Antwerp’s Het Steen Castle, dating from 1200, hugged the riverfront. In Grote Markt Square the Brabo Statue depicted a Roman centurion slaying a giant by chopping off his hand and head, an oft-told tale in Antwerp.
I was charmed by Bruges with its horse-drawn carriages, cobblestone streets, canals and the daffodil-sprinkled grounds of a convent founded in 1245. Spared bombing during World War II, many buildings from the Middle Ages still stand making Bruges a UNESCO World Heritage Site.
AmaSerena’s Cruise Manager Frederico Martinez warned passengers the full-day combination Bruges and Ghent tour would mean a lot of walking, so I spared my feet by spending my free time in Bruges lunching on waffles in a sun-filled café on Market Square.
Afterward in Ghent, I enjoyed seeing the Castle of the Counts and its cathedral with a spire taller than Notre Dame in Paris. By the end of the afternoon — and more than 17,000 steps — I had had enough touring. In hindsight, I would have skipped Ghent.
Back to the Netherlands
Captain Poppema turned AmaSerena around, leaving Belgium to cruise overnight to Rotterdam. Unlike Bruges, this major European port was heavily bombed during World War II, so much of its architecture is modern, not medieval.
Its 58 bright yellow Cube Houses, the work of architect Piet Blom, reminded me of a field of tulips standing tall on their stems.
Inside Market Hall, shaped like an upside-down “U,” our tour group made the rounds of a food court, stopping to sample one of the Netherlands’ major exports: cheese.
Along with tulips, wooden shoes and colorful rounds of cheese, windmills are an iconic feature of the Netherlands. The country once had 13,000 windmills. Just 1,100 remain. I saw 19 on an excursion from Rotterdam to Kinderdijk, a UNESCO World Heritage site.
The truth behind the popular saying, “God built the Earth, but the Dutch built the Netherlands,” was borne out when Kinderdijk guides explained how farmers drained land below sea level by using windmills to pump water out of ditches into canals.
Volunteer “millers” still operate Kinderdijk’s 18th-century windmills to keep them functioning.
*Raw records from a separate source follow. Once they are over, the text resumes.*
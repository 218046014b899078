import type { EncodingSpec, ForestModel } from "./model-types.js";

/** Where each region of the heads' encoded index space starts. */
export interface EncodedLayout {
  /** Per forest: the encoded index of its first tree's leaf 0. */
  readonly leafOffset: readonly number[];
  /** All trees of all forests. */
  readonly treeCount: number;
  /** Leaf slots of all forests (each tree takes 2^depth). */
  readonly leafCount: number;
  readonly hashedOffset: number;
  /** 2^hashBits. */
  readonly hashedCount: number;
  readonly numericOffset: number;
  /** One past the last encoded index. */
  readonly width: number;
}

/**
 * The encoded index layout [leaves of every tree of every forest][2^hashBits
 * hashed buckets][standardized numerics], the one the heads' weights index.
 *
 * @example
 * const layout = encodedLayout(forests, spec); // 1 forest of 100 trees, depth 6, hashBits 20
 * layout.hashedOffset; // 6400
 * layout.width; // 6400 + 1048576 + spec.numeric.length
 */
export function encodedLayout(
  forests: readonly Pick<ForestModel, "depth" | "trees">[],
  encoding: Pick<EncodingSpec, "hashBits" | "numeric">,
): EncodedLayout {
  const leafOffset: number[] = [];
  let leafCount = 0;
  let treeCount = 0;
  for (const forest of forests) {
    leafOffset.push(leafCount);
    leafCount += forest.trees.length * (1 << forest.depth); // shifts keep small integers (see compileForest)
    treeCount += forest.trees.length;
  }
  const hashedCount = 1 << encoding.hashBits;
  return {
    leafOffset,
    treeCount,
    leafCount,
    hashedOffset: leafCount,
    hashedCount,
    numericOffset: leafCount + hashedCount,
    width: leafCount + hashedCount + encoding.numeric.length,
  };
}
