import type { InputPlan } from "./compile-inputs.js";
import { fillVirtualSlots } from "./fill-virtual-slots.js";
import { murmur3Parts } from "./murmur3.js";
import type { ScoreItem } from "./score-item.js";
import { ScorerError } from "./scorer-error.js";

/** Scratch space for reading items, owned by one scorer. */
export interface ItemScratch {
  /** Per categorical feature: the item's text, or null when missing. */
  readonly texts: (string | null)[];
  /** Key pieces for murmur3Parts: at most 2 per cross feature. */
  readonly parts: string[];
}

/**
 * Reads one item into row `row` of the row blocks and of the hashed-slot block
 * (encoded index per hashed feature, -1 when missing); see InputPlan for the
 * block layout. Throws a ScorerError naming the feature when a value has the
 * wrong type.
 *
 * @example
 * fillItem(plan, { tie_strength: 0.4, crop: "kale" }, block, codes, hashedSlots, 0, scratch);
 */
export function fillItem(
  plan: InputPlan,
  item: ScoreItem,
  block: Float64Array,
  codes: Int32Array,
  hashedSlots: Int32Array,
  row: number,
  scratch: ItemScratch,
  withHashing = true,
): void {
  if (typeof item !== "object" || item === null) {
    const found = item === null ? "null" : typeof item;
    throw new ScorerError("item", [
      {
        code: "not_an_object",
        path: "",
        message: `expected an object of feature values, found ${found}`,
      },
    ]);
  }
  const F = plan.featureCount;
  const r = row * plan.stride;
  const numericCount = plan.numericNames.length;
  const guarded = plan.guardedName;
  for (let f = 0; f < numericCount; f++) {
    const name = plan.numericNames[f];
    const value = guarded[f] === 1 ? ownValue(item, name) : item[name];
    if (typeof value === "number" && value === value) {
      block[r + f] = value;
      block[r + F + f] = value;
    } else if (value === null || value === undefined || typeof value === "number") {
      block[r + f] = -Infinity;
      block[r + F + f] = Infinity;
    } else {
      throw wrongType(name, "a number or null", value);
    }
  }
  const texts = scratch.texts;
  for (let c = 0; c < plan.categoricalNames.length; c++) {
    const f = numericCount + c;
    const name = plan.categoricalNames[c];
    const value = guarded[f] === 1 ? ownValue(item, name) : item[name];
    let text: string | null;
    if (typeof value === "string") text = value;
    else if (value === null || value === undefined) text = null;
    else if (typeof value === "number" && Number.isFinite(value)) text = String(value);
    else if (typeof value === "number") text = null;
    else throw wrongType(name, "a string or null", value);
    texts[c] = text;
    const code = text === null ? -1 : (plan.codeOf[c].get(text) ?? -1);
    codes[r + f] = plan.oneHot[c] === 1 ? 1 << (code + 1) : 0;
    codes[r + F + f] = code + 1;
  }
  fillVirtualSlots(plan, codes, block, row, 1);
  if (!withHashing) return;
  const parts = scratch.parts;
  const K = plan.hashedSlotCount;
  const s = row * K;
  const singles = plan.hashedFeature.length;
  for (let k = 0; k < singles; k++) {
    const text = texts[plan.hashedFeature[k]];
    if (text === null) {
      hashedSlots[s + k] = -1;
    } else {
      parts[0] = plan.hashedPrefix[k];
      parts[1] = text;
      hashedSlots[s + k] =
        plan.hashedOffset + (murmur3Parts(parts, 2, plan.hashSeed) & plan.hashMask);
    }
  }
  for (let x = 0; x < plan.crossFeatures.length; x++) {
    const features = plan.crossFeatures[x];
    const prefixes = plan.crossPrefixes[x];
    let present = true;
    for (let k = 0; k < features.length && present; k++) {
      const text = texts[features[k]];
      present = text !== null;
      parts[2 * k] = prefixes[k];
      parts[2 * k + 1] = text ?? "";
    }
    hashedSlots[s + singles + x] = present
      ? plan.hashedOffset +
        (murmur3Parts(parts, 2 * features.length, plan.hashSeed) & plan.hashMask)
      : -1;
  }
}

function ownValue(item: ScoreItem, name: string): unknown {
  return Object.prototype.hasOwnProperty.call(item, name) ? item[name] : undefined;
}

function wrongType(name: string, expected: string, value: unknown): ScorerError {
  const found =
    typeof value === "string"
      ? JSON.stringify(value.length > 40 ? `${value.slice(0, 40)}...` : value)
      : typeof value === "object"
        ? Array.isArray(value)
          ? "an array"
          : "an object"
        : `${typeof value} ${String(value)}`;
  return new ScorerError("item", [
    {
      code: "wrong_type",
      path: `/${name}`,
      message: `feature "${name}" expected ${expected}, found ${found}`,
    },
  ]);
}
Some even inhabit them. Miller Adri van der Ent gave our group a tour of his windmill, including the cramped quarters inside. “My wife doesn’t want to live in the mill,” he said, “so I keep this as my man cave.”
Tulip Time Cruise Quick Facts
- AmaWaterways seven-day Tulip Time cruises are offered from mid-March through early May.
- Tulip Times cruise fares start at $2,899 for early-season departures.
- Passengers fly into and out of Amsterdam Airport Schiphol.
- Give careful consideration to departure dates. Early-season cruises are less costly and crowded but temperatures often are colder and tulips may not be in bloom — except at Keukenhof.
- Weather in the Netherlands and Belgium is unpredictable and changes quickly. Early spring days may have scattered rain; highs in the 50s and low 60s.
Keukenhof Grand Final
I had another close look at a windmill, this one donated by Holland America Line next to Keukenhof’s bulb fields. Here visitors can buy tickets for a boat ride around the fields or they can pedal past them on bikes rented near the garden’s main entrance. This early in the season, though, the field tulips had yet to bloom so I did neither, and instead walked around the gardens to view the flower beds (where tulips were blooming).
Once the grounds of a castle belonging to a Bavarian countess, Keukenhof was founded in 1949 as a flower show with growers donating bulbs to show off their wares.
Now in its 75th year, Keukenhof showcases 1,600 varieties of bulbs, 800 of them tulips, including one in its historical garden that dates back to 1595.
During its annual eight-week run from late March into May, 1.4 million visitors come from around the world to walk through the gardens, buy bulbs to ship home and browse pavilions named for members of the Dutch royal family.
For me, Keukenhof was the grand finale of my Tulip Time cruise, a last day spent gloriously immersed in the rainbow colors of my favorite flower.
Would I do it again? Yes, but I might consider a Tulip Time cruise later in the season — in April perhaps — but I wouldn’t consider any itinerary that didn’t include at least a half day at Keukenhof.